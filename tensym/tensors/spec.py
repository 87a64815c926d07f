"""Tensor specifications: rank, intrinsic index symmetry, axial and time parity.

Conventions
-----------
* Index letters: a rank-n tensor's indices are named by the first n letters of
  ``INDEX_LETTERS`` (``"ijklmnpqrstuvw"``; ``o`` is skipped), so the identity
  order of a rank-4 tensor is ``"ijkl"``.
* A symmetry string such as ``"jikl"`` states T_ijkl = T_jikl; a leading ``-``
  states antisymmetry, T_ij = -T_ji for ``"-ji"``.  The strings generate a group
  of signed index permutations; components fixed by a permutation of sign -1
  vanish.
* Polar tensors transform with R in every index; axial ones with det(R) R, that
  is with an extra factor det(R); time-odd ones change sign under primed
  (time-reversed) operations.

Examples
--------
>>> from tensym.tensors.spec import TensorSpec
>>> TensorSpec(4, ["jikl", "ijlk", "klij"]).dim
21
>>> TensorSpec(2, ["-ji"]).dim
3
"""

from dataclasses import dataclass, field
from functools import cached_property, lru_cache
from itertools import product

import numpy as np
import sympy as sp

from tensym.errors import InvalidArgumentError, InvalidSpecError, MemoryLimitError, RankLimitError

__all__ = ["TensorSpec", "INDEX_LETTERS", "MAX_RANK", "MEMORY_LIMIT", "require_memory", "orbit_table_bytes"]

INDEX_LETTERS = "ijklmnpqrstuvw"
#: Highest rank accepted (3**MAX_RANK components are enumerated once per spec).
MAX_RANK = 10
#: Memory budget in bytes for one table or dense array built on a tensor space
#: (3 GiB).  Allocations estimated above it raise :class:`MemoryLimitError`
#: before anything is allocated; set this module attribute to change it.
MEMORY_LIMIT = 3 * 2**30


def _flag(name, value):
    """``value`` as a Python bool when it is a real boolean (bool or numpy.bool_), else an error.

    Strings such as ``"no"`` or ``"False"`` and numbers such as 0 are refused:
    ``bool("no")`` is True, so accepting them would silently give the opposite
    of what was meant.
    """
    if isinstance(value, (bool, np.bool_)):
        return bool(value)
    raise InvalidArgumentError(
        f"{name} must be True or False (a bool or numpy.bool_), got {type(value).__name__} {_cut(repr(value))}"
    )


def _cut(text, limit=60):
    """A long input shortened for an error message."""
    return text if len(text) <= limit else text[: limit - 5] + "[...]"


def _parse_symmetry(text, rank):
    if isinstance(text, (tuple, list)):
        sign, perm = -1 if (len(text) == 2 and text[0] == -1) else 1, None
        raise InvalidSpecError(
            f"symmetry {text!r} must be a permuted index string such as 'jikl' or '-ji'"
        )
    if not isinstance(text, str):
        raise InvalidSpecError(f"symmetry {text!r} must be a string such as 'jikl' or '-ji'")
    s = text.strip()
    sign = 1
    if s.startswith("-"):
        sign, s = -1, s[1:]
    elif s.startswith("+"):
        s = s[1:]
    ident = INDEX_LETTERS[:rank]
    if len(s) != rank or sorted(s) != sorted(ident):
        raise InvalidSpecError(
            f"symmetry {text!r} is not a permutation of the index letters {ident!r} of a rank-{rank} tensor"
        )
    # position p of the permuted string holds the letter of original position perm[p]
    perm = tuple(ident.index(ch) for ch in s)
    if perm == tuple(range(rank)) and sign == -1:
        raise InvalidSpecError(f"symmetry {text!r} would make every component vanish (T = -T)")
    return sign, perm


def _close_perms(gens, rank):
    ident = (1, tuple(range(rank)))
    seen = {ident[1]: 1}
    frontier = [ident]
    while frontier:
        nxt = []
        for s, p in frontier:
            for gs, gp in gens:
                q = tuple(p[gp[k]] for k in range(rank))
                qs = s * gs
                if q in seen:
                    if seen[q] != qs:
                        return None
                    continue
                seen[q] = qs
                nxt.append((qs, q))
        frontier = nxt
    return seen


def _cycle_lengths(perm):
    n = len(perm)
    seen = [False] * n
    out = []
    for i in range(n):
        if seen[i]:
            continue
        k, j = 0, i
        while not seen[j]:
            seen[j] = True
            j = perm[j]
            k += 1
        out.append(k)
    return tuple(sorted(out))


class _Orbits:
    """Orbits of index tuples under the signed permutation group (private kernel data, read-only).

    Attributes: rank; reps (tuple of index tuples, one per non-vanishing orbit,
    in enumeration order); orbit_of (int64 array over flat indices: orbit
    number or -1); sign_of (int64 array: +1/-1, 0 for vanishing); members
    (tuple of int64 flat-index arrays, one per orbit); weights (int64 array
    3**(rank-1), ..., 1 turning an index tuple into its flat index).

    The object is shared by every spec with the same rank and index symmetry
    (a process-wide cache), so it is frozen: its attributes cannot be
    rebound and every array has ``flags.writeable = False``.  The kernels'
    derived tables ``_reparr`` (the representatives as an int64 array
    (n, rank)) and ``_agg`` (member order, signs and orbit starts for summing
    columns into orbits) are computed once on first use, read-only too.
    """

    def __init__(self, rank, gens):
        n = 3**rank
        orbit_of = np.full(n, -1, dtype=np.int64)
        sign_of = np.zeros(n, dtype=np.int64)
        visited = np.zeros(n, dtype=bool)
        weights = (3 ** np.arange(rank - 1, -1, -1)).astype(np.int64)
        reps, members = [], []
        for flat, idx in enumerate(product(range(3), repeat=rank)):
            if visited[flat]:
                continue
            signs = {idx: 1}
            stack = [idx]
            zero = False
            while stack:
                t = stack.pop()
                st = signs[t]
                for gs, gp in gens:
                    u = tuple(t[gp[k]] for k in range(rank))
                    su = st * gs
                    if u in signs:
                        if signs[u] != su:
                            zero = True
                        continue
                    signs[u] = su
                    stack.append(u)
            flats = np.array([int(np.dot(weights, t)) for t in signs], dtype=np.int64)
            visited[flats] = True
            if zero:
                continue
            o = len(reps)
            orbit_of[flats] = o
            sign_of[flats] = np.array(list(signs.values()), dtype=np.int64)
            reps.append(idx)
            members.append(_read_only(flats))
        d = self.__dict__
        d["rank"] = rank
        d["reps"] = tuple(reps)
        d["orbit_of"] = _read_only(orbit_of)
        d["sign_of"] = _read_only(sign_of)
        d["members"] = tuple(members)
        d["weights"] = _read_only(weights)

    def __setattr__(self, name, value):
        raise AttributeError(f"the orbit tables of a tensor space are shared and read-only (cannot set {name!r})")

    def __delattr__(self, name):
        raise AttributeError(f"the orbit tables of a tensor space are shared and read-only (cannot delete {name!r})")

    def locate(self, idx):
        """(orbit, sign) of an index tuple; orbit -1 for a vanishing component."""
        f = int(np.dot(self.weights, idx))
        return int(self.orbit_of[f]), int(self.sign_of[f])

    @cached_property
    def _reparr(self):
        """The representatives as a read-only int64 array of shape (n_orbits, rank)."""
        return _read_only(np.array(self.reps, dtype=np.int64).reshape(len(self.reps), self.rank))

    @cached_property
    def _agg(self):
        """(order, signs, starts): flat indices of the non-vanishing components sorted by orbit
        (stable), their signs, and where each orbit starts in ``order`` (read-only int64 arrays)."""
        flats = np.nonzero(self.orbit_of >= 0)[0]
        order = flats[np.argsort(self.orbit_of[flats], kind="stable")]
        starts = np.searchsorted(self.orbit_of[order], np.arange(len(self.reps)))
        return _read_only(order), _read_only(self.sign_of[order]), _read_only(starts)

    def dense_bytes(self, columns="components", *, itemsize=8, copies=1):
        """Bytes of ``copies`` dense arrays with one row per orbit.

        ``columns`` is ``"components"`` (3**rank columns: an operation's action
        on every component, as the Kronecker kernels build it) or ``"orbits"``
        (n_orbits columns: an action matrix on the reduced space).
        """
        width = {"components": 3**self.rank, "orbits": len(self.reps)}[columns]
        return len(self.reps) * width * itemsize * copies

    def require(self, nbytes, what):
        """Refuse an allocation of about ``nbytes`` bytes past :data:`MEMORY_LIMIT`.

        Raises
        ------
        MemoryLimitError
            With the estimate, the limit and what to change.
        """
        require_memory(nbytes, what, rank=self.rank, dim=len(self.reps))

──────────────────────────────

▶ WORK TASK
Report only a number, the count of lines in the listing that contain the word "tuples".

▶ RESULT OF THIS TASK
2